Cellular Respiration

Cellular respiration takes place for cells to use energy from food to function by producing ATP (Adenosine Triphosphate). The process can be divided into three parts: Glycolysis, citric acid cycle, and electron transport chain.

 

Glycolysis:

Glycolysis takes place in the cytoplasm. When glucose enters glycolysis, it is divided into two 3-carbon molecules called pyruvates. In this process, extra protons and electrons are given off. When the NAD+ molecule combines with two protons, it is reduced to NADH, which carries electron with high energy. Also, during this process, 2 ATP molecules are used and 4 are produced, making a total production of 2 ATP molecules.

Glycolysis is unique because all organisms are able to use this process. This is the only step in cellular respiration that does not require the presence of oxygen to take place.

Citric Acid Cycle:

In between the citric acid cycle and glycolysis, each pyruvate molecule undergoes a process, in which the end carbon of each pyruvate is removed along with oxygen to produce carbon dioxide. Then, the 2-carbon molecule binds to a coenzyme A to form acetyl CoA.

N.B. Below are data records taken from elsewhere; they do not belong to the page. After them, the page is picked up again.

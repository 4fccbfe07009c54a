// SPDX-License-Identifier: MIT
#pragma once

#include <cstdint>
#include <string>
#include <string_view>

namespace bismar::detail {

/// FNV-1a, 64 bits: notices accidents, not forgery.
/// Source: Fowler, Noll, Vo, Eastlake, The FNV Non-Cryptographic Hash Algorithm, IETF draft
/// draft-eastlake-fnv; offset basis and prime from memory, checked against its test vectors
/// (tests/job/test_digest.cpp).
class Digest {
 public:
  void add(std::string_view bytes) {
    for (const char c : bytes) {
      state_ = (state_ ^ static_cast<unsigned char>(c)) * 0x100000001b3ULL;
    }
  }

  /// "fnv1a64:" and 16 hexadecimal digits.
  [[nodiscard]] std::string text() const {
    std::string digits = "fnv1a64:";
    for (int shift = 60; shift >= 0; shift -= 4) {
      digits += "0123456789abcdef"[(state_ >> static_cast<unsigned>(shift)) & 0xFU];
    }
    return digits;
  }

 private:
  std::uint64_t state_ = 0xcbf29ce484222325ULL;
};

}  // namespace bismar::detail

The molecule acetyl CoA enters the cycle with water and binds to another molecule to form a citric acid. At the same time, the hydrogen of the sulfhydryl group on CoA is replaced. The remainder of the sulfhydryl group undergoes eight steps in the cycle, giving off carbon dioxide at two points. Also, along the way, NADH, FADH2, two electron carriers are formed. ATP is also produced in this cycle through substrate phosphorylation.

Electron Transport Chain:

In total, 10 molecules of NADH and 2 molecules FADH2 will enter the electron transport chain. They are oxidized back to NAD+ and FAD again when they lose electron to the chemicals in the transport chain. Then the chemicals pass the electrons off to the next chemical. The final acceptor of the electrons is oxygen, which uses them to form water.

At three specific points of the chain, when the chemicals pass on electrons, they must also release a proton into the intermembrane space. In order to balance the concentration of H+ in the intermembrane space, these protons want to go back into the mitochondrial matrix. An enzyme called ATP synthase lets the protons pass through and forms ATP and water molecules by combining ADP and phosphate group. This method of making ATP is called chemiosmotic synthesis.